# How do you deal with the higher level club(A team) taking kids from your team (B team)



## socalkdg (Feb 17, 2017)

As a parent, how do you deal with the higher level club(A team) taking kids from your team (B team) just before State Cup?   Your kids have played with them all year, the team is playing well together,  your poised to do well in President's Cup/Governer's Cup, and your star sweeper/keeper/striker etc. is taken from our team just before cup play?  

I understand it is good for the individual, but not for the rest of the team.   Girls are disappointed, with the whole season almost feeling like a waste.   Yes, the most important thing is development, but I know if we bailed on our team, there would have been a lot of unhappy kids/parents.

We are with a smaller club and expect all the girls back for next year, with a number of tournaments being played in the next few months, thus haven't experienced this yet.  We did have one girl go on vacation and that hurt our depth and there was some disappointment with that, and a friend on another team lost their star striker to the A team just before tourney and they ended up getting knocked out pool play after not losing very often during the season.

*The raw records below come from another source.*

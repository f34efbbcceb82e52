"""The ``sapwood`` command: a thin layer over the engine.

Exit codes: 0 done, 1 bad usage or configuration, 2 input could not be read (see
:mod:`stream.errors`). Messages go to stderr; stdout carries only what was asked for
(predictions, rules, a schema).
"""

from __future__ import annotations

import json
import sys

import click

from stream.errors import EXIT_USAGE, SapwoodError
from stream.rules.text import CAUTION

from .keys import key_option
from .output import echo
from .options import (Whole, concern_option, exact_option, form_option, format_option, option,
                      parse_kinds)


@click.group(context_settings={"help_option_names": ["-h", "--help"]})
@click.version_option(package_name="sapwood", prog_name="sapwood")
def cli() -> None:
    """Learn a decision tree from a live stream of records and keep it current.

    Each record is scored before it is learned. The tree grows a split only when the
    Hoeffding bound says the data justify it, and its leaves can be read as IF/THEN
    rules. Learned rules are advisory, not safety interlocks.
    """


@cli.command()
@click.argument("model_path", metavar="MODEL", type=click.Path(dir_okay=False))
@click.argument("sources", nargs=-1, required=True, metavar="SOURCE...")
@format_option(group=None)
@click.option("--predictions", "predictions_path", default="-", show_default=True,
              type=click.Path(dir_okay=False, allow_dash=True),
              help="Where predictions go ('-' for stdout; .csv for CSV).")
@click.option("--quarantine", "quarantine_path", type=click.Path(dir_okay=False),
              help="Where rejected records go.")
@key_option("model_path")
def score(model_path, sources, fmt, predictions_path, quarantine_path) -> None:
    """Predict SOURCE... with a saved MODEL, without learning."""
    from stream.run.scoring import score_sources

    report = score_sources(model_path, list(sources), fmt, predictions_path, quarantine_path)
    echo(report, err=True)
    echo(CAUTION, err=True)


@cli.command()
@click.argument("path", metavar="MODEL|SNAPSHOT")
@form_option(("text", "json"), "Aligned text for people, or JSON.")
@option("--top", type=Whole(1), default=None,
        help="Only this many rules: those predicting the class of concern first, then "
             "those covering the most records.")
@concern_option()
@exact_option()
@key_option("path")
def rules(path, form, form_old, top, concern, exact) -> None:
    """Print the rules of a saved MODEL, a snapshot file, or the newest snapshot of a
    snapshot directory, those predicting the class of concern first."""
    from stream.views.rule_sources import load_rules
    from stream.rules.concern import concern_of, concern_order, top_rules

    header, rule_list = load_rules(path)
    concern = concern_of(header, rule_list, concern)
    header = {**header, "concern": concern}
    held = sum(r.class_counts.get(concern, 0.0) for r in rule_list) if concern else 0.0
    if top is not None:
        rule_list = top_rules(rule_list, concern, top)
        header = {**header, "shown": len(rule_list)}
    else:
        rule_list = concern_order(rule_list, concern)
    if (form or form_old) == "json":
        from stream.rules.rule import rules_payload

        echo(json.dumps(rules_payload(rule_list, header), indent=2))
    else:
        from stream.rules.text import render_text

        echo(render_text(rule_list, {**header, "concern_records": held, "exact": exact}),
             nl=False)


@cli.command()
@click.argument("sources", nargs=-1, required=True, metavar="SOURCE...")
@click.option("--target", required=True, help="Field to predict.")
@format_option(group=None)
@click.option("--kind", "kinds", multiple=True, metavar="FIELD=KIND",
              help="Declare one field's kind; repeatable.")
def schema(sources, target, fmt, kinds) -> None:
    """Print the schema sapwood infers from the first records of SOURCE..., as JSON to
    edit and pass back with --schema."""
    from connectors.sources import open_sources

    from stream.run.schema import infer_schema

    source = open_sources(list(sources), fmt)
    try:
        for batch in source.batches():
            inferred = infer_schema(batch.frame, target, None, parse_kinds(kinds))
            echo(json.dumps(inferred.to_dict(), indent=2))
            return
    finally:
        source.close()
    raise SapwoodError("no records to infer a schema from")


def _register_commands() -> None:
    """Commands that live in their own modules (operator views, the benchmark)."""
    from stream.bench.command import command as bench_command

    from .grove import grove
    from .keys import keys
    from .learn import learn
    from .views import COMMANDS as view_commands

    cli.add_command(learn, "learn")
    cli.add_command(keys, "keys")
    cli.add_command(grove, "grove")
    for name, command in view_commands.items():
        cli.add_command(command, name)
    cli.add_command(bench_command, "bench")


_register_commands()


def main(argv: list[str] | None = None) -> None:
    """Entry point: run the command, map exceptions to exit codes."""
    try:
        code = cli.main(args=argv, prog_name="sapwood", standalone_mode=False)
    except click.exceptions.Abort:
        echo("sapwood: interrupted", err=True)
        sys.exit(130)
    except click.ClickException as exc:
        exc.show()
        sys.exit(EXIT_USAGE)
    except SapwoodError as exc:
        echo(f"sapwood: {exc}", err=True)
        sys.exit(exc.exit_code)
    except KeyboardInterrupt:
        echo("sapwood: interrupted", err=True)
        sys.exit(130)
    except BrokenPipeError:
        sys.exit(0)  # the reader of our output went away: nothing left to do
    sys.exit(code if isinstance(code, int) else 0)

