def _tree_options(function):
    criteria = sorted(set(CRITERIA) | set(REGRESSION_CRITERIA))
    leaf_models = sorted(set(LEAF_MODELS) | set(REGRESSION_LEAF_MODELS))
    options = [
        click.option("--criterion", type=click.Choice(criteria), default=None,
                     help="Split merit: info_gain (default) or gini for a class target, "
                          "variance (default) or deviation for a numeric one."),
        click.option("--grace-period", type=int, default=None,
                     help="Records a leaf sees between split attempts [200]."),
        click.option("--delta", type=float, default=None,
                     help="One minus the confidence of the Hoeffding bound [1e-7]."),
        click.option("--tie-threshold", type=float, default=None,
                     help="Split anyway once the Hoeffding bound is below this [0.05]."),
        click.option("--leaf-model", type=click.Choice(leaf_models), default=None,
                     help="How leaves predict. Class target: majority, naive_bayes, or "
                          "adaptive (default: per leaf, whichever has been right more "
                          "often). Numeric target: mean, linear or adaptive (default)."),
        click.option("--numeric-observer", type=click.Choice(sorted(NUMERIC_OBSERVERS)),
                     default=None,
                     help="How numeric features propose thresholds for a class target: "
                          "gaussian (default: per-class normal estimators) or histogram "
                          "(quantile bins, for skewed sensors)."),
        click.option("--thresholds", type=int, default=None,
                     help="Candidate thresholds per numeric feature, gaussian observer [10]."),
        click.option("--bins", type=int, default=None,
                     help="Bins per numeric feature of the quantile observers [32]."),
        click.option("--max-depth", type=int, default=None, help="Deepest a leaf may be."),
        click.option("--memory-mb", type=float, default=None,
                     help="Budget for leaf statistics [256]; beyond it the least promising "
                          "leaves stop growing."),
        click.option("--drift", "detector", type=click.Choice(sorted(DETECTORS)), default=None,
                     help="Detector on every node's error: adwin (default) or page_hinkley; "
                          "on an alarm an alternate subtree grows beside the node. 'off' for "
                          "a plain Hoeffding tree."),
        click.option("--drift-delta", type=float, default=None,
                     help="ADWIN's confidence [0.002]: smaller means fewer, later alarms."),
        click.option("--drift-threshold", type=float, default=None,
                     help="Page-Hinkley's alarm threshold in summed error [50]."),
        click.option("--swap-after", type=int, default=None,
                     help="Records both a node and its alternate must have scored before "
                          "they are compared [300]."),
        click.option("--swap-significance", type=float, default=None,
                     help="Significance of the test that swaps in or drops an alternate "
                          "[0.05]."),
    ]
    for option in reversed(options):
        function = option(function)
    return function


def _options(kw: dict) -> dict:
    """The tree options the user gave, under their settings names."""
    return {_SETTING_NAMES[k]: v for k, v in kw.items() if v is not None}


@click.group(context_settings={"help_option_names": ["-h", "--help"]})
@click.version_option(package_name="sapwood", prog_name="sapwood")
def cli() -> None:
    """Learn a decision tree from a live stream of records and keep it current.

    Each record is scored before it is learned. The tree grows a split only when the
    Hoeffding bound says the data justify it, and its leaves can be read as IF/THEN
    rules. Learned rules are advisory, not safety interlocks.
    """
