"""What the command prints: everything passes :func:`stream.shown.for_terminal`, so no
control character from the data reaches the terminal raw (sapwood's own line breaks and
tabs stay)."""

from __future__ import annotations

from typing import Any

import click

from stream.shown import for_terminal


def echo(message: Any = None, **kwargs: Any) -> None:
    """``click.echo`` with control characters of ``message`` escaped."""
    click.echo(None if message is None else for_terminal(str(message)), **kwargs)
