"""The Background: an immutable symbolic 5D (or reduced 10D) background with named parameters.

Every analysis takes a :class:`Background`. It holds sympy expressions in ``z`` (the holographic
coordinate, boundary at z -> 0) and the parameter symbols, the current parameter values, the frame
convention, the dilaton and the IR end. Numbers come from :meth:`Background.function`, which
compiles an expression once per background structure (shared by every ``with_params`` copy) and
binds the current parameter values.

Metric convention (DESIGN.md section 1), string frame unless ``frame`` says otherwise::

    ds^2 = G_tt(z)(-dt^2) + G_xx(z) dx_i dx_i + G_yy(z) dy^2 + G_zz(z) dz^2 (+ internal space)

``n_flat`` is the number of flat spatial directions x_i (3, or 2 when one of them is the compact
circle y of a soliton); ``internal_measure`` is the square root of the determinant of any further
internal directions, used only by fluctuation equations.
"""

from __future__ import annotations

import math
from collections.abc import Callable, Mapping
from dataclasses import dataclass, field, replace
from enum import StrEnum
from typing import Any

import numpy as np
import sympy as sp

from holostring.background.formula import Z
from holostring.background.frames import Frame, FrameRule, convert
from holostring.errors import InputError

STRING_COUPLING = "g"


class IRKind(StrEnum):
    """How space ends in the infrared."""

    INFINITY = "infinity"  #: z runs to infinity
    WALL = "wall"  #: space is cut at z = z0 (hard wall)
    HORIZON = "horizon"  #: a black-brane horizon at z = z_h, G_tt -> 0
    CAP = "cap"  #: a smooth end where a compact circle shrinks (soliton), G_tt stays finite
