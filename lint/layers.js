// The one-way layers of Pivotwatch as eslint-plugin-import `no-restricted-paths` zones. DEVELOPERS.md
// ("Layers") draws the same picture; tests/lint/layers.test.ts plants violations and expects them to fail.
const fs = require('fs');
const path = require('path');

/** Features from the bottom up: a feature may import the ones before it, never the ones after it. */
const featureOrder = [
  'ledger',
  'session',
  'api',
  'auth',
  'settings',
  'admin',
  'photos',
  'documents',
  'tap-timer',
  'loads',
  'fatigue',
  'rides',
  'registry',
  'bulletins',
  'calculator',
  'records',
  'device-db',
  'instruments',
  'motion-recording',
  'sync',
  'pivot-life',
  'parts',
  'notices',
  'incidents',
  'review',
  'inspections',
  'logbook',
  'daily-checks',
  'ride-page',
  'home',
  'shell',
];

/** The server's folders and top-level modules from the bottom up, the same rule as the features'. */
const serverOrder = [
  'storage-url',
  'config',
  'paths',
  'files',
  'storage',
  'logger',
  'sql-functions',
  'db',
  'sqlite-client',
  'ledger',
  'backup',
  'mail',
  'deps',
  'http',
  'documents',
  'compute',
  'auth',
  'pdf',
  'schedule-due',
  'queue',
  'registry',
  'bulletins',
  'instruments',
  'findings',
  'pivot-life',
  'parts',
  'sync',
  'daily-checks',
  'notices',
  'review',
  'incidents',
  'setups',
  'reports',
  'logbook',
  'seed',
  'routes',
  'web',
  'app',
  'main',
];

/**
 * The contracts: zod shapes shared by the phone and the server, and the pure load engine. The server, db/
 * and any feature at or above the contract's own may import them directly; they import only lib/ and other
 * contracts.
 */
const contractGlobs = [
  'features/*/schema.ts',
  'features/*/*-schema.ts',
  'features/*/schema/**',
  'features/loads/engine/**',
];

function layerZones(root) {
  const abs = (p) => path.join(root, p);
  const contracts = contractGlobs.map(abs);
  const zones = [
    {
      target: './lib',
      from: ['./features', './components', './app', './server', './db', './scripts', './bench', './tests'],
      message: 'lib/ holds pure helpers and imports nothing of ours.',
    },
    {
      target: './components',
      from: ['./features', './app', './server', './db', './scripts', './bench', './tests'],
      message: 'components/ is the UI kit: it imports lib/ only, never a feature.',
    },
    {
      target: './features',
      from: ['./app', './server', './db/server', './scripts', './bench', './tests'],
      message: 'features/ never imports routes, the server, scripts or tests.',
    },
    {
      target: './server',
      from: ['./app', './components', './tests'],
      message:
        'The server imports lib/, db/, feature contracts and pure feature modules; never React UI or routes.',
    },
    {
      target: './db',
      from: ['./app', './components', './server', './scripts', './bench', './tests'],
      message: 'db/ imports lib/ and feature contracts only.',
    },
    {
      target: './db',
      from: abs('features/**'),
      except: contracts,
      message: 'db/ imports lib/ and feature contracts only.',
    },
    {
      target: ['./app', './scripts', './bench'],
      from: './tests',
      message: 'Nothing outside tests/ imports from tests/.',
    },
    {
      target: contracts,
      from: [abs('features/**'), abs('components/**'), abs('app/**'), abs('server/**')],
      except: contracts,
      message: 'A contract (schema or engine) imports only lib/ and other contracts.',
    },
  ];
  // Between features, only the other feature's public API (index.ts, ui.ts, and ui-<area>.ts for UI that
  // one area alone shows, kept out of the shared chunk) and its contracts. The shell's
  // bundles (features/shell/bundles/) are the exception: they stand in for the route files, which import
  // screens directly, and group them into the web export's lazily loaded chunks.
  featureOrder.forEach((feature) => {
    zones.push({
      target:
        feature === 'shell'
          ? ['./features/shell/*', './features/shell/!(bundles)/**']
          : `./features/${feature}`,
      from: featureOrder.filter((f) => f !== feature).map((f) => abs(`features/${f}/**`)),
      except: [...contracts, abs('features/*/index.ts'), abs('features/*/ui.ts'), abs('features/*/ui-*.ts')],
      message: `Another feature is used through its index.ts, ui.ts or ui-<area>.ts (its public API) or its contracts.`,
    });
  });
  featureOrder.forEach((feature, i) => {
    const higher = featureOrder.slice(i + 1);
    if (higher.length === 0) return;
    zones.push({
      target: `./features/${feature}`,
      from: higher.map((f) => abs(`features/${f}/**`)),
      message: `features/${feature} sits below ${higher.join(', ')} (DEVELOPERS.md, "Layers"): move what it needs down.`,
    });
  });
  const serverPath = (name) => {
    const folder = path.join(root, 'server', name);
    return fs.existsSync(folder) ? `./server/${name}` : `./server/${name}.ts`;
  };
  serverOrder.forEach((entry, i) => {
    const higher = serverOrder.slice(i + 1);
    if (higher.length === 0) return;
    zones.push({
      target: serverPath(entry),
      from: higher.map(serverPath),
      message: `server/${entry} sits below ${higher.join(', ')} (DEVELOPERS.md, "Layers").`,
    });
  });
  return zones;
}

module.exports = { featureOrder, serverOrder, contractGlobs, layerZones };
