import type { UnsentWork } from '@/features/device-db';

/** The lines of the sign-out warning, one per kind of unsent work, in words; empty when nothing waits. */
export function unsentWorkLines(work: UnsentWork): string[] {
  const count = (n: number, one: string, many: string) => `${n} ${n === 1 ? one : many}`;
  const lines: string[] = [];
  if (work.drafts > 0)
    lines.push(`${count(work.drafts, 'inspection', 'inspections')} being recorded (not yet submitted)`);
  if (work.queued > 0)
    lines.push(`${count(work.queued, 'submitted inspection', 'submitted inspections')} not yet sent`);
  if (work.rejected > 0)
    lines.push(
      `${count(work.rejected, 'inspection', 'inspections')} the server refused, waiting for you to act`,
    );
  if (work.photos > 0) lines.push(`${count(work.photos, 'photo', 'photos')} not yet uploaded`);
  return lines;
}

/** Whether "send now" could get anything off the phone (drafts go only when their author submits them). */
export const sendable = (work: UnsentWork) => work.queued > 0 || work.photos > 0;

First year in club and it has been fun.  Almost no disappointments.   Interested in hearing about life with the bigger clubs.


----------



## MyDaughtersAKeeper (Feb 17, 2017)

Are the kids leaving the club to play with another club in state/national cup, or is the club pulling up B team players to fill needs at the A team?  Both can be difficult, but different scenarios.


----------



## Sped (Feb 17, 2017)

you're happy for the kids who get pulled up because it's a good opportunity and every club tells you up front that their strategy is club, not team, first?


----------



## Overlap (Feb 17, 2017)

socalkdg said:


> As a parent, how do you deal with the higher level club(A team) taking kids from your team (B team) just before State Cup?   Your kids have played with them all year, the team is playing well together,  your poised to do well in President's Cup/Governer's Cup, and your star sweeper/keeper/striker etc. is taken from our team just before cup play?
> 
> I understand it is good for the individual, but not for the rest of the team.   Girls are disappointed, with the whole season almost feeling like a waste.   Yes, the most important thing is development, but I know if we bailed on our team, there would have been a lot of unhappy kids/parents.
> 
> ...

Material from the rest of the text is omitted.